Authors: Jozef Konings; Hylke Vandenbussche

Abstract: This paper empirically evaluates the effects of antidumping measures on the exports of protected firms. While antidumping protection raises the domestic sales of the more ?traditional? non-exporting firms on the protected market with about 5%, it negatively affects the firm-level exports of similar products as the protected ones. Export sales of protected firms fall by almost 8% compared to a relevant control group of unprotected firms. The drop in firm-level exports more than doubles for firms that are global, i.e. firms with foreign affiliates. Measured at the product-level, extra-EU exports of goods protected by antidumping fall by 36% while exports to target countries fall by as much as 66% following protection. Protection also affects the extensive margin of exporters but to a lesser extent. Initial exporters face a marginally higher probability to stop exporting during protection compared to unprotected firms. Finally, we find that the productivity of exporters falls while that of non-exporters rises during antidumping protection. We offer a number of plausible explanations for our findings arising from the heterogeneous firm literature. We also discuss the importance of our findings for policy.

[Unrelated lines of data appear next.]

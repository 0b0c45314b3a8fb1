// A dense matrix from an HDF5 dataset (store::read_matrix_dataset, which matrix_file::read calls
// for .h5 and .hdf5 files once the program installed it): only the store links HDF5. The
// dataset is read whole with HDF5's own conversion to native doubles; HDF5 stores row-major, so
// the file's rows × cols elements fill a cols × rows column-major matrix, transposed after.
#include <hdf5.h>
#include <sys/stat.h>

#include <algorithm>
#include <cerrno>
#include <cmath>
#include <complex>
#include <cstring>
#include <string>
#include <vector>

#include "freegap/errors.hpp"
#include "freegap/matrix_file.hpp"
#include "freegap/store.hpp"
#include "h5.hpp"

namespace freegap::store {
namespace {

using h5::Id;
using matrix_file::Matrix;

// HDF5's automatic error printing, off while a matrix is read and restored after (the
// threadsafe library keeps the setting per thread): every failure becomes a message instead.
class QuietErrors {
 public:
  QuietErrors() {
    H5Eget_auto2(H5E_DEFAULT, &function_, &data_);
    H5Eset_auto2(H5E_DEFAULT, nullptr, nullptr);
  }
  ~QuietErrors() { H5Eset_auto2(H5E_DEFAULT, function_, data_); }
  QuietErrors(const QuietErrors&) = delete;
  QuietErrors& operator=(const QuietErrors&) = delete;

 private:
  H5E_auto2_t function_ = nullptr;
  void* data_ = nullptr;
};

[[noreturn]] void refuse(const std::string& path, const std::string& what) {
  throw InputError("matrix file '" + path + "': " + what);
}

// HDF5's innermost reason for the last failure; the stack is cleared.
std::string cause() {
  std::string reason = h5::innermost_error();
  H5Eclear2(H5E_DEFAULT);
  return reason;
}

Id open_file(const std::string& path) {
  struct stat info {};
  if (::stat(path.c_str(), &info) != 0) {
    refuse(path, std::string("cannot open it (") + std::strerror(errno) +
                     "); check the path and its permissions");
  }
  if (S_ISDIR(info.st_mode)) refuse(path, "is a directory, not a file; name the file inside it");
  const hid_t id = H5Fopen(path.c_str(), H5F_ACC_RDONLY, H5P_DEFAULT);
  if (id >= 0) return Id(id, H5Fclose);
  const std::string why = cause();
  if (why.find("unable to lock") != std::string::npos) {
    refuse(path, "is open for writing in another process (HDF5: " + why +
                     "); wait for it to finish, or set HDF5_USE_FILE_LOCKING=FALSE");
  }
  refuse(path, "is not a readable HDF5 file (" + why +
                   "); check that it is an HDF5 file and that it was written completely");
}

herr_t collect_link(hid_t /*group*/, const char* name, const H5L_info_t* info, void* data) {
  // Hard and soft links only: an external link would open another file.
  if (info->type == H5L_TYPE_HARD || info->type == H5L_TYPE_SOFT) {
    static_cast<std::vector<std::string>*>(data)->emplace_back(name);
  }
  return 0;
}

// Whether `name` (a path from the root) opens as a dataset.
bool is_dataset(hid_t file, const std::string& name) {
  const hid_t object = H5Oopen(file, name.c_str(), H5P_DEFAULT);
  if (object < 0) {
    H5Eclear2(H5E_DEFAULT);
    return false;
  }
  const bool dataset = H5Iget_type(object) == H5I_DATASET;
  H5Oclose(object);
  return dataset;
}

// The names of the datasets at the root, in name order.
std::vector<std::string> root_datasets(hid_t file, const std::string& path) {
  std::vector<std::string> links;
  hsize_t at = 0;
  if (H5Literate(file, H5_INDEX_NAME, H5_ITER_INC, &at, collect_link, &links) < 0) {
    refuse(path, "cannot list its root group (HDF5: " + cause() + ")");
  }
  std::vector<std::string> out;
  for (const std::string& name : links) {
    if (is_dataset(file, name)) out.push_back(name);
  }
  return out;
}

std::string listed(const std::vector<std::string>& names) {
  constexpr std::size_t kShown = 10;
  std::string out;
  for (std::size_t k = 0; k < names.size() && k < kShown; ++k) {
    out += (k > 0 ? ", " : "") + names[k];
  }
  if (names.size() > kShown) out += ", …";
  return out;
}

// The dataset to read: the named one, or the root's only dataset when `dataset` is "".
std::pair<Id, std::string> open_matrix_dataset(hid_t file, const std::string& path,
                                               const std::string& dataset) {
  std::string name = dataset;
  if (name.empty()) {
    const auto names = root_datasets(file, path);
    if (names.empty()) {
      refuse(path, "holds no dataset at its root; name one with dataset = \"...\"");
    }
    if (names.size() > 1) {
      refuse(path, "holds " + std::to_string(names.size()) + " datasets at its root (" +
                       listed(names) + "); name one with dataset = \"" + names[0] + "\"");
    }
    name = names[0];
  }
  const hid_t object = H5Oopen(file, name.c_str(), H5P_DEFAULT);
  if (object < 0) {
    const std::string why = cause();
    const auto names = root_datasets(file, path);
    refuse(path, "has no dataset '" + name + "' (HDF5: " + why + "); " +
                     (names.empty() ? std::string("check the name")
                                    : "datasets at its root: " + listed(names)));
  }
  Id owned(object, H5Oclose);
  if (H5Iget_type(object) != H5I_DATASET) {
    refuse(path, "'" + name + "' is not a dataset (it is a group or a named type); name a "
                 "dataset, e.g. \"" + name + "/A\"");
  }
  return {std::move(owned), name};
}

// The dataset's shape, which must be 2-d with at least one row and one column.
std::pair<hsize_t, hsize_t> matrix_shape(hid_t dataset, const std::string& path,
                                         const std::string& name) {
  Id space(H5Dget_space(dataset), H5Sclose);
  if (!space.valid()) refuse(path, "cannot read the shape of '" + name + "' (HDF5: " + cause() + ")");
  const int rank = H5Sget_simple_extent_ndims(space.get());
  std::vector<hsize_t> dims(static_cast<std::size_t>(std::max(rank, 0)));
  if (rank < 0 || (rank > 0 && H5Sget_simple_extent_dims(space.get(), dims.data(), nullptr) < 0)) {
    refuse(path, "cannot read the shape of '" + name + "' (HDF5: " + cause() + ")");
  }
  std::string shape = "(";
  for (std::size_t k = 0; k < dims.size(); ++k) {
    shape += (k > 0 ? ", " : "") + std::to_string(dims[k]);
  }
  shape += dims.size() == 1 ? ",)" : ")";
  if (rank != 2) {
    refuse(path, "dataset '" + name + "' must be a 2-d array (got shape " + shape + ")");
  }
  if (dims[0] == 0 || dims[1] == 0) {
    refuse(path, "dataset '" + name + "' has the shape " + shape +
                     ", with no entries; a matrix needs at least one row and one column");
  }
  const auto limit = static_cast<hsize_t>(matrix_file::Limits{}.max_entries);
  if (dims[0] > limit || dims[1] > limit / dims[0]) {
    refuse(path, "dataset '" + name + "' has the shape " + shape + ", more than the " +
                     std::to_string(limit) + " entries a matrix may have");
  }
  return {dims[0], dims[1]};
}

std::string class_name(H5T_class_t c) {
  switch (c) {
    case H5T_STRING: return "strings";
    case H5T_BITFIELD: return "bit fields";
    case H5T_OPAQUE: return "opaque bytes";
    case H5T_REFERENCE: return "references";
    case H5T_ENUM: return "an enumeration (h5py stores booleans so)";
    case H5T_VLEN: return "variable-length sequences";
    case H5T_ARRAY: return "fixed-size arrays";
    case H5T_TIME: return "times";
    case H5T_COMPOUND: return "records";
    default: return "an unknown type";
  }
}

// Whether the element type is h5py's complex number: a compound of two floats, "r" and "i".
bool is_complex(hid_t type) {
  if (H5Tget_nmembers(type) != 2) return false;
  bool real = false, imaginary = false;
  for (unsigned k = 0; k < 2; ++k) {
    char* member = H5Tget_member_name(type, k);
    const std::string name = member == nullptr ? "" : member;
    H5free_memory(member);
    if (H5Tget_member_class(type, k) != H5T_FLOAT) return false;
    real = real || name == "r";
    imaginary = imaginary || name == "i";
  }
  return real && imaginary;
}

// Describes a compound type for a refusal: its members' names.
std::string members_of(hid_t type) {
  std::string out;
  const int count = H5Tget_nmembers(type);
  for (int k = 0; k < count && k < 10; ++k) {
    char* member = H5Tget_member_name(type, static_cast<unsigned>(k));
    out += (k > 0 ? ", " : "") + std::string(member == nullptr ? "?" : member);
    H5free_memory(member);
  }
  return out;
}

// The memory type of a complex element: two native doubles "r" and "i", as std::complex lays
// them out. HDF5 converts the file's members to them by name.
Id complex_memory_type() {
  Id type(H5Tcreate(H5T_COMPOUND, sizeof(std::complex<double>)), H5Tclose);
  H5Tinsert(type.get(), "r", 0, H5T_NATIVE_DOUBLE);
  H5Tinsert(type.get(), "i", sizeof(double), H5T_NATIVE_DOUBLE);
  return type;
}

// Reads the whole rows × cols dataset into M, which is column-major: read as cols × rows, then
// transposed in tiles (in place when square, so that a large square matrix needs no second copy).
template <class M>
M read_transposed(hid_t dataset, hid_t memory_type, hsize_t rows, hsize_t cols,
                  const std::string& path, const std::string& name) {
  M m;
  matrix_file::resize_for_filling(m, static_cast<Eigen::Index>(cols), static_cast<Eigen::Index>(rows));
  if (H5Dread(dataset, memory_type, H5S_ALL, H5S_ALL, H5P_DEFAULT, m.data()) < 0) {
    refuse(path, "cannot read dataset '" + name + "' (HDF5: " + cause() +
                     "); the file may be damaged or need a compression filter this HDF5 lacks");
  }
  return matrix_file::from_row_major(std::move(m));
}

// Refuses the first entry that is not finite (counting from 0, rows first, as h5py does).
template <class M>
void check_finite(const M& m, const std::string& path, const std::string& name) {
  if (m.allFinite()) return;
  for (Eigen::Index j = 0; j < m.cols(); ++j) {
    for (Eigen::Index i = 0; i < m.rows(); ++i) {
      const double re = std::real(m(i, j));
      const double im = std::imag(m(i, j));
      if (!std::isfinite(re) || !std::isfinite(im)) {
        refuse(path, "dataset '" + name + "': entry [" + std::to_string(i) + ", " +
                         std::to_string(j) + "] is " +
                         (std::isnan(re) || std::isnan(im) ? "nan" : "infinite") +
                         "; a matrix's entries must be finite numbers");
      }
    }
  }
}

}  // namespace

matrix_file::Matrix read_matrix_dataset(const std::string& path, const std::string& dataset) {
  const QuietErrors quiet;
  const Id file = open_file(path);
  const auto [data, name] = open_matrix_dataset(file.get(), path, dataset);
  const auto [rows, cols] = matrix_shape(data.get(), path, name);
  const Id type(H5Dget_type(data.get()), H5Tclose);
  if (!type.valid()) refuse(path, "cannot read the type of '" + name + "' (HDF5: " + cause() + ")");
  const H5T_class_t element = H5Tget_class(type.get());
  Matrix out;
  out.rows = static_cast<Eigen::Index>(rows);
  out.cols = static_cast<Eigen::Index>(cols);
  if (element == H5T_FLOAT || element == H5T_INTEGER) {
    out.real = read_transposed<Eigen::MatrixXd>(data.get(), H5T_NATIVE_DOUBLE, rows, cols, path,
                                                name);
    check_finite(out.real, path, name);
  } else if (element == H5T_COMPOUND && is_complex(type.get())) {
    out.complex = true;
    const Id memory = complex_memory_type();
    out.values = read_transposed<Eigen::MatrixXcd>(data.get(), memory.get(), rows, cols, path,
                                                   name);
    check_finite(out.values, path, name);
  } else {
    const std::string what = element == H5T_COMPOUND
                                 ? "records with the fields " + members_of(type.get())
                                 : class_name(element);
    refuse(path, "dataset '" + name + "' holds " + what +
                     "; a matrix must hold floats, integers or complex numbers (a compound of "
                     "two floats named \"r\" and \"i\", as h5py writes complex arrays)");
  }
  return out;
}

}  // namespace freegap::store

Keywords: extensive margin; firm-level exports; intensive margin; antidumping; productivity

JEL Codes: C2; F13


Causal Claims Network Graph

Edges that are evidenced by causal inference methods are in orange, and the rest are in light blue.


Causal Claims

CauseEffect
Antidumping protection (F18)Domestic sales of non-exporters (F10)
Antidumping protection (F18)Firm-level exports of similar products (F12)
Antidumping protection (F18)Exports of global firms with foreign affiliates (F23)
Antidumping protection (F18)Productivity of exporters (F14)
Antidumping protection (F18)Productivity of non-exporters (O49)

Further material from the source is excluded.